Als ich aufbrach, um die vier wieder abzuholen, zitterte ich vor Erschöpfung. Ich hatte ja keine Ahnung gehabt, dass eine Familie so viel Arbeit bedeutete! Es besorgte mich, dass Karen mir so viel davon abnahm, wo sie uns doch in der Woche darauf wieder verließ, und ich dankte meinen Glückssternen, dass Grant Elsie eingestellt hatte. Dennoch würde die kommende Woche schwierig werden, vor allem, weil ich rechtzeitig für die Schule aufstehen musste.
Als ich den Wagen aus der Garage setzte und dann die Zufahrt entlangfuhr, warf ich einen Blick auf die Straße, und das Herz wurde mir noch schwerer. Der Motorradfahrer war wieder da, hielt an der nächsten Kreuzung, sein schwarz behelmter Kopf blickte in meine Richtung. Augenscheinlich ließ Jason sich durch ein paar bittere Wahrheiten nicht abschrecken.
»Hau ab!«, murmelte ich, und stieß mit der Handfläche gegen das Lenkrad. »Lass mich in Ruhe, du Spinner!«
Ich drückte aufs Gas, doch ein Blick in meinen Rückspiegel sagte mir, dass er mir in gewissem Abstand folgte. Er blieb die ganze Strecke bis zum Kindergarten hinter mir, wo ich ein Stück weiter am Straßenrand parkte, und er saß immer noch dort, als ich mit den beiden Jungen an den Händen herauskam und sie in ihren Kindersitzen angurtete.

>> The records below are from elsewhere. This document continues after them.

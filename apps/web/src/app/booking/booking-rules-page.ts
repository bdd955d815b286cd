import { ChangeDetectionStrategy, Component, ElementRef, computed, effect, inject, linkedSignal, signal } from '@angular/core';
import { rxResource } from '@angular/core/rxjs-interop';
import { ReactiveFormsModule } from '@angular/forms';
import { MatButtonModule } from '@angular/material/button';
import { MatDialog } from '@angular/material/dialog';
import { MatFormFieldModule } from '@angular/material/form-field';
import { MatInputModule } from '@angular/material/input';
import { MatProgressBarModule } from '@angular/material/progress-bar';
import { MatSnackBar } from '@angular/material/snack-bar';
import { RouterLink } from '@angular/router';
import type { BookingSettings } from '@tunnelwright/contracts';
import { problemFieldErrors, problemMessage } from '../core/problem-message';
import { ConfirmDialog, ConfirmDialogData } from '../shared/confirm-dialog';
import { ErrorBanner } from '../shared/error-banner';
import { focusFirstInvalid } from '../shared/focus-first-invalid';
import { BookingApi } from './booking-api';
import { bookingRuleLimits, bookingRulesForm, bookingRulesOf, describeRuleChanges, ruleErrorText } from './booking-rules-form';

/** Only the rules of an answer that also carries the lab's zone. */
function rulesOf({ holdHours, lateCancellationDays, lateCancellationPercent }: BookingSettings): BookingSettings {
  return { holdHours, lateCancellationDays, lateCancellationPercent };
}

/** Lab managers set how long provisional holds last and what a late cancellation costs; each change is audited. */
@Component({
  selector: 'tw-booking-rules-page',
  changeDetection: ChangeDetectionStrategy.OnPush,
  imports: [ReactiveFormsModule, RouterLink, MatFormFieldModule, MatInputModule, MatButtonModule, MatProgressBarModule, ErrorBanner],
  template: `
    <section class="tw-page">
      <header class="tw-page-header">
        <h1>Booking rules</h1>
        <a mat-button routerLink="/admin/audit">Audit log</a>
      </header>
      @if (loadError(); as message) {
        <tw-error-banner [message]="message" (retry)="settings.reload()" />
      }
      @if (settings.isLoading()) {
        <mat-progress-bar mode="indeterminate" aria-label="Loading the booking rules" />
      }
      @if (settings.hasValue()) {
        <form [formGroup]="form" (ngSubmit)="save()" novalidate aria-label="Booking rules">
          <fieldset>
            <legend>Provisional holds</legend>
            <p class="hint">A request, a quote or a period offered instead keeps its slot for this long; unanswered, it expires and the slot is free again.</p>
            <mat-form-field>
              <mat-label>Hold length (hours)</mat-label>
              <input matInput type="number" formControlName="holdHours" [min]="limits.holdHours.min" [max]="limits.holdHours.max" step="1" required />
              <mat-hint>{{ limits.holdHours.min }} to {{ limits.holdHours.max }} hours</mat-hint>
              @if (form.controls.holdHours.invalid) {
                <mat-error>{{ errorText('holdHours') }}</mat-error>
              }
            </mat-form-field>
          </fieldset>
          <fieldset>
            <legend>Late cancellation</legend>
            <p class="hint">A customer who cancels a confirmed booking this close to its start pays this share of the accepted quote. Cancellations by the lab cost nothing.</p>
            <div class="row">
              <mat-form-field>
                <mat-label>Days before the start</mat-label>
                <input matInput type="number" formControlName="lateCancellationDays" [min]="limits.lateCancellationDays.min" [max]="limits.lateCancellationDays.max" step="1" required />
                <mat-hint>0 to {{ limits.lateCancellationDays.max }} days</mat-hint>
                @if (form.controls.lateCancellationDays.invalid) {
                  <mat-error>{{ errorText('lateCancellationDays') }}</mat-error>
                }
              </mat-form-field>
              <mat-form-field>
                <mat-label>Charge (% of the quote)</mat-label>
                <input matInput type="number" formControlName="lateCancellationPercent" min="0" max="100" step="1" required />
                <mat-hint>0 charges nothing</mat-hint>
                @if (form.controls.lateCancellationPercent.invalid) {
                  <mat-error>{{ errorText('lateCancellationPercent') }}</mat-error>
                }
              </mat-form-field>
            </div>
          </fieldset>
          <p class="hint">Times are the lab's local time ({{ settings.value().timeZone }}).</p>
          @if (saveError(); as message) {
            <tw-error-banner [message]="message" [retryable]="false" />
          }
          <div class="actions">
            <button mat-flat-button type="submit" [disabled]="saving()">Save rules</button>
            <button mat-button type="button" [disabled]="saving() || !dirty()" (click)="reset()">Undo changes</button>
          </div>
        </form>
      }
    </section>
  `,
  styles: `
    form {
      display: flex;
      flex-direction: column;
      gap: 4px;
      max-width: 720px;
    }
    fieldset {
      border: 1px solid var(--mat-sys-outline-variant);
      border-radius: var(--mat-sys-corner-small);
      padding: 8px 16px;
      margin: 0 0 12px;
    }
    .row {
      display: flex;
      flex-wrap: wrap;
      gap: 12px;
    }
    .row > mat-form-field {
      flex: 1 1 220px;
    }
    .hint {
      color: var(--mat-sys-on-surface-variant);
      margin: 0 0 8px;
    }
    .actions {
      display: flex;
      gap: 8px;
    }
  `,
})
export class BookingRulesPage {
  private readonly api = inject(BookingApi);
  private readonly dialog = inject(MatDialog);
  private readonly snackBar = inject(MatSnackBar);
  private readonly host = inject<ElementRef<HTMLElement>>(ElementRef);

  protected readonly limits = bookingRuleLimits;
  protected readonly form = bookingRulesForm();
  protected readonly settings = rxResource({ stream: () => this.api.settings() });
  protected readonly loadError = computed(() => {
    const error = this.settings.error();
    return error ? problemMessage(error.cause ?? error, 'The booking rules could not be loaded.') : null;
  });
  protected readonly saving = signal(false);
  protected readonly saveError = signal<string | null>(null);
  /** The rules as the API last answered; what the form is compared with and reset to. */
  private readonly saved = linkedSignal<BookingSettings | null>(() => (this.settings.hasValue() ? rulesOf(this.settings.value()) : null));
  protected readonly dirty = signal(false);

  constructor() {
    effect(() => {
      const saved = this.saved();
      if (saved) this.fill(saved);
    });
    this.form.valueChanges.subscribe(() => this.dirty.set(this.form.dirty));
  }

  protected errorText(name: keyof typeof bookingRuleLimits): string {
    return ruleErrorText(this.form, name);
  }

  protected reset(): void {
    const saved = this.saved();
    if (saved) this.fill(saved);
  }

  /** Checks the form, says what the change means and when it takes effect, and saves only once confirmed. */
  protected save(): void {
    const before = this.saved();
    if (this.form.invalid || !before) {
      this.form.markAllAsTouched();
      focusFirstInvalid(this.host.nativeElement);
      return;
    }
    const after = bookingRulesOf(this.form);
    const changes = describeRuleChanges(before, after);
    if (changes.length === 0) {
      this.snackBar.open('Nothing has changed; the rules stay as they are.', undefined, { duration: 4000 });
      return;
    }
    const data: ConfirmDialogData = { title: 'Change the booking rules?', message: changes.join(' '), confirmLabel: 'Save rules' };
    this.dialog
      .open(ConfirmDialog, { data, width: '520px' })
      .afterClosed()
      .subscribe((confirmed: boolean | undefined) => {
        if (confirmed) this.send(after);
      });
  }

  private send(rules: BookingSettings): void {
    this.saving.set(true);
    this.saveError.set(null);
    this.api.saveSettings(rules).subscribe({
      next: (answer) => {
        this.saving.set(false);
        this.saved.set(rulesOf(answer));
        this.snackBar.open('Booking rules saved.', undefined, { duration: 4000 });
      },
      error: (error: unknown) => {
        this.saving.set(false);
        for (const field of problemFieldErrors(error)) {
          const control = this.form.get(field.field);
          if (control) {
            control.setErrors({ server: field.message });
            control.markAsTouched();
          }
        }
        this.saveError.set(problemMessage(error, 'The booking rules could not be saved.'));
      },
    });
  }

  private fill(rules: BookingSettings): void {
    this.form.reset(rules);
    this.dirty.set(false);
  }
}
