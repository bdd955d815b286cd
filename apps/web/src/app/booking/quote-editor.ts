import { ChangeDetectionStrategy, Component, ElementRef, OnInit, computed, inject, input, output } from '@angular/core';
import { toSignal } from '@angular/core/rxjs-interop';
import { FormArray, FormControl, FormGroup, NonNullableFormBuilder, ReactiveFormsModule, Validators } from '@angular/forms';
import { MatButtonModule } from '@angular/material/button';
import { MatFormFieldModule } from '@angular/material/form-field';
import { MatIconModule } from '@angular/material/icon';
import { MatInputModule } from '@angular/material/input';
import { MatSelectModule } from '@angular/material/select';
import type { QuoteInput, QuoteLineKind } from '@tunnelwright/contracts';
import { focusFirstInvalid } from '../shared/focus-first-invalid';
import { formatMoney, fromMinorUnits, toMinorUnits } from '../shared/money';
import { lineTotalMinor, quoteTotalMinor } from './quote-totals';

/** How each kind of quote line reads. */
export const quoteLineKindLabels: Readonly<Record<QuoteLineKind, string>> = {
  tunnel_hours: 'Tunnel hours',
  setup: 'Set-up',
  staff: 'Staff',
  extra: 'Extra',
};

type LineForm = FormGroup<{
  kind: FormControl<QuoteLineKind>;
  description: FormControl<string>;
  quantity: FormControl<number | null>;
  unitPrice: FormControl<number | null>;
}>;

/** Lines of a quote (tunnel hours × rate, set-up, staff, extras) with line and grand totals in integer minor units. */
@Component({
  selector: 'tw-quote-editor',
  changeDetection: ChangeDetectionStrategy.OnPush,
  imports: [ReactiveFormsModule, MatFormFieldModule, MatInputModule, MatSelectModule, MatButtonModule, MatIconModule],
  templateUrl: './quote-editor.html',
  styles: `
    .line {
      display: flex;
      flex-wrap: wrap;
      gap: 8px;
      align-items: baseline;
    }
    .kind {
      width: 150px;
    }
    .description {
      flex: 1 1 200px;
    }
    .number {
      width: 130px;
    }
    .line-total,
    .total {
      font-variant-numeric: tabular-nums;
      min-width: 110px;
      text-align: right;
    }
    .total {
      font: var(--mat-sys-title-medium);
    }
    .footer {
      display: flex;
      gap: 8px;
      align-items: center;
      justify-content: space-between;
      flex-wrap: wrap;
    }
  `,
})
export class QuoteEditor implements OnInit {
  private readonly fb = inject(NonNullableFormBuilder);
  private readonly host = inject<ElementRef<HTMLElement>>(ElementRef);

  /** ISO 4217 code the prices are in. */
  readonly currency = input('EUR');
  /** Hours of tunnel time to prefill the first line with. */
  readonly hours = input(1);
  /** Hourly rate to prefill, minor units. */
  readonly hourlyRateMinor = input(0);
  /** Whether the quote is being sent (the button is disabled). */
  readonly sending = input(false);
  /** The finished quote, prices in minor units. */
  readonly quoteSubmitted = output<QuoteInput>();

  protected readonly kinds = Object.entries(quoteLineKindLabels) as [QuoteLineKind, string][];
  protected readonly form = this.fb.group({
    lines: this.fb.array<LineForm>([]),
    note: this.fb.control('', Validators.maxLength(4000)),
  });
  private readonly value = toSignal(this.form.valueChanges, { initialValue: this.form.getRawValue() });
  private readonly minorLines = computed(() =>
    (this.value().lines ?? []).map((line) => ({
      quantity: Number(line?.quantity ?? 0),
      unitPriceMinor: toMinorUnits(Number(line?.unitPrice ?? 0), this.currency()),
    })),
  );
  protected readonly lineTotals = computed(() => this.minorLines().map((line) => (Number.isInteger(line.quantity) ? this.money(lineTotalMinor(line)) : '—')));
  protected readonly total = computed(() => this.money(quoteTotalMinor(this.minorLines())));

  get lines(): FormArray<LineForm> {
    return this.form.controls.lines;
  }

  ngOnInit(): void {
    this.addLine('tunnel_hours', this.hours(), fromMinorUnits(this.hourlyRateMinor(), this.currency()));
  }

  protected money(minor: number): string {
    return formatMoney(minor, this.currency());
  }

  protected addLine(kind: QuoteLineKind = 'extra', quantity: number | null = 1, unitPrice: number | null = null): void {
    this.lines.push(
      this.fb.group({
        kind: this.fb.control<QuoteLineKind>(kind),
        description: this.fb.control('', Validators.maxLength(500)),
        quantity: new FormControl<number | null>(quantity, [Validators.required, Validators.min(1), Validators.max(10_000), Validators.pattern(/^\d+$/)]),
        unitPrice: new FormControl<number | null>(unitPrice, [Validators.required, Validators.min(0)]),
      }),
    );
  }

  protected removeLine(index: number): void {
    this.lines.removeAt(index);
  }

  protected submit(): void {
    if (this.form.invalid || this.lines.length === 0) {
      this.form.markAllAsTouched();
      focusFirstInvalid(this.host.nativeElement);
      return;
    }
    const raw = this.form.getRawValue();
    this.quoteSubmitted.emit({
      currency: this.currency(),
      note: raw.note,
      lines: raw.lines.map((line) => ({
        kind: line.kind,
        description: line.description,
        quantity: Number(line.quantity),
        unitPriceMinor: toMinorUnits(Number(line.unitPrice), this.currency()),
      })),
    });
  }
}
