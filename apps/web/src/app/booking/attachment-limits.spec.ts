import { attachmentLimits, chooseAttachments } from './attachment-limits';

const fileOf = (name: string, size: number) => new File([new Uint8Array(size)], name);

describe('chooseAttachments', () => {
  it('takes drawings and photos of the accepted kinds, whatever the case of the extension', () => {
    const choice = chooseAttachments([fileOf('side view.PNG', 10), fileOf('frame.dxf', 10), fileOf('photo.jpeg', 10)], 0);
    expect(choice.accepted.map((file) => file.name)).toEqual(['side view.PNG', 'frame.dxf', 'photo.jpeg']);
    expect(choice.refusals).toEqual([]);
  });

  it('names each file it leaves out and why', () => {
    const choice = chooseAttachments([fileOf('notes.docx', 10), fileOf('blank.pdf', 0), fileOf('scan.pdf', attachmentLimits.fileSize + 1)], 0);
    expect(choice.accepted).toEqual([]);
    expect(choice.refusals).toEqual(['notes.docx: only PDF, PNG, JPEG, DWG and DXF files are accepted.', 'blank.pdf is empty.', 'scan.pdf is larger than 20 MB.']);
  });

  it('takes a file of exactly the largest size', () => {
    expect(chooseAttachments([fileOf('plan.pdf', attachmentLimits.fileSize)], 0).accepted).toHaveLength(1);
  });

  it('counts the files already chosen against the limit of five', () => {
    const choice = chooseAttachments([fileOf('a.png', 1), fileOf('b.png', 1), fileOf('c.png', 1)], 3);
    expect(choice.accepted.map((file) => file.name)).toEqual(['a.png', 'b.png']);
    expect(choice.refusals).toEqual(['c.png was left out: attach at most 5 files.']);
  });
});
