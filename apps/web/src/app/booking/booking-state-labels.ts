import type { BookingState } from '@tunnelwright/contracts';

/** How each booking state reads to people. */
export const bookingStateLabels: Readonly<Record<BookingState, string>> = {
  requested: 'Requested',
  quoted: 'Quote to answer',
  counter_proposed: 'Other period offered',
  confirmed: 'Confirmed',
  in_test: 'In test',
  completed: 'Test completed',
  declined: 'Declined',
  rejected: 'Quote rejected',
  cancelled: 'Cancelled',
  expired: 'Hold lapsed',
};
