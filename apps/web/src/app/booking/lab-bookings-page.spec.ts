import { provideHttpClient } from '@angular/common/http';
import { HttpTestingController, provideHttpClientTesting } from '@angular/common/http/testing';
import { TestbedHarnessEnvironment } from '@angular/cdk/testing/testbed';
import { TestBed } from '@angular/core/testing';
import { MatSelectHarness } from '@angular/material/select/testing';
import { provideRouter } from '@angular/router';
import type { UserSummary } from '@tunnelwright/contracts';
import { LabBookingsPage } from './lab-bookings-page';
import { bookingFixture } from './testing/booking-fixtures';

const labId = '1d2c3b4a-5f6e-4d7c-8b9a-0f1e2d3c4b5a';

function technician(index: number, name: string): UserSummary {
  return {
    id: `00000000-0000-4000-8000-${String(index).padStart(12, '0')}`,
    email: `tech${index}@example.test`,
    name,
    role: 'technician',
    organisationId: labId,
    organisationName: 'Brightwater Aero Lab',
    active: true,
    activated: true,
    createdAt: '2026-01-15T09:00:00.000Z',
  };
}

const confirmed = bookingFixture();

describe('LabBookingsPage', () => {
  it('asks the API for active technicians only and offers exactly those in the picker', async () => {
    TestBed.configureTestingModule({
      imports: [LabBookingsPage],
      providers: [provideHttpClient(), provideHttpClientTesting(), provideRouter([])],
    });
    const fixture = TestBed.createComponent(LabBookingsPage);
    fixture.detectChanges();
    const backend = TestBed.inject(HttpTestingController);
    backend.expectOne('/api/bookings').flush([confirmed]);
    backend.expectOne((request) => request.url === '/api/services').flush([]);
    const users = backend.expectOne((request) => request.url === '/api/users');
    expect(users.request.params.get('role')).toBe('technician');
    expect(users.request.params.get('active')).toBe('true');
    users.flush({ items: [technician(1, 'Rhea Calder'), technician(2, 'Tobias Wren')], total: 2 });
    await fixture.whenStable();

    const picker = await TestbedHarnessEnvironment.loader(fixture).getHarness(MatSelectHarness);
    await picker.open();
    const options = await Promise.all((await picker.getOptions()).map((option) => option.getText()));
    expect(options).toEqual(['Nobody yet', 'Rhea Calder', 'Tobias Wren']);
  });
});
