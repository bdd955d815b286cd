import { NgTemplateOutlet } from '@angular/common';
import { ChangeDetectionStrategy, Component, computed, input } from '@angular/core';
import { CalendarDay, overlapsDay, timesOnDay } from './calendar-days';

/** A row of the grid: one tunnel. */
export interface CalendarLane {
  readonly id: string;
  readonly name: string;
}

/** Something occupying a lane for a period. */
export interface CalendarEntry {
  readonly laneId: string;
  readonly period: { readonly start: string; readonly end: string };
  readonly label: string;
  readonly kind: 'booking' | 'maintenance';
}

interface Cell {
  readonly key: string;
  readonly items: readonly { readonly times: string; readonly label: string; readonly kind: CalendarEntry['kind'] }[];
}

/**
 * Tunnels against days. A week shows tunnels as rows and days as columns; a month turns it round
 * (days as rows) so thirty-odd days stay readable.
 */
@Component({
  selector: 'tw-calendar-grid',
  changeDetection: ChangeDetectionStrategy.OnPush,
  imports: [NgTemplateOutlet],
  templateUrl: './calendar-grid.html',
  styles: `
    .wrap {
      overflow-x: auto;
    }
    table {
      border-collapse: collapse;
      width: 100%;
      table-layout: fixed;
    }
    th,
    td {
      border: 1px solid var(--mat-sys-outline-variant);
      padding: 4px;
      vertical-align: top;
      text-align: left;
      min-width: 110px;
    }
    th {
      font: var(--mat-sys-label-large);
      background: var(--mat-sys-surface-container);
    }
    .entry {
      display: block;
      border-radius: var(--mat-sys-corner-extra-small);
      padding: 2px 4px;
      margin-bottom: 2px;
      background: var(--mat-sys-primary-container);
      color: var(--mat-sys-on-primary-container);
      font: var(--mat-sys-body-small);
    }
    .entry.maintenance {
      background: var(--mat-sys-tertiary-container);
      color: var(--mat-sys-on-tertiary-container);
    }
    .free {
      color: var(--mat-sys-on-surface-variant);
      font: var(--mat-sys-body-small);
    }
  `,
})
export class CalendarGrid {
  readonly days = input.required<readonly CalendarDay[]>();
  readonly lanes = input.required<readonly CalendarLane[]>();
  readonly entries = input<readonly CalendarEntry[]>([]);
  /** The lab's IANA zone the days are cut in. */
  readonly timeZone = input.required<string>();

  /** Whether days run down the side (month) rather than across (week). */
  protected readonly daysAsRows = computed(() => this.days().length > 7);

  /** cells()[lane][day]. */
  protected readonly cells = computed<Cell[][]>(() =>
    this.lanes().map((lane) =>
      this.days().map((day) => ({
        key: `${lane.id}-${day.date}`,
        items: this.entries()
          .filter((entry) => entry.laneId === lane.id && overlapsDay(entry.period, day))
          .sort((a, b) => Date.parse(a.period.start) - Date.parse(b.period.start))
          .map((entry) => ({ times: timesOnDay(entry.period, day, this.timeZone()), label: entry.label, kind: entry.kind })),
      })),
    ),
  );
}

Auf der Fahrt zur Mädchenschule merkte ich, dass ich mehr Zeit damit verbrachte, in den Rückspiegel zu sehen als auf die Straße vor mir, und ich zwang mich, den Mann einfach nicht mehr zu beachten. Doch zu meiner Bestürzung folgte mir das Motorrad direkt aufs Schulgelände. Ich stieg aus, um mit den anderen Müttern zu warten, und warf immer mal wieder einen Blick zu ihm hin, bis mich eine der Mütter fragte, ob ich ihn kenne.
Ich schüttelte den Kopf. »Er hat nichts mit mir zu tun.«
Sobald Sophie und Nicole herauskamen, trieb ich sie zum Auto, in der Angst, dass der Kerl mich immer noch beobachtete.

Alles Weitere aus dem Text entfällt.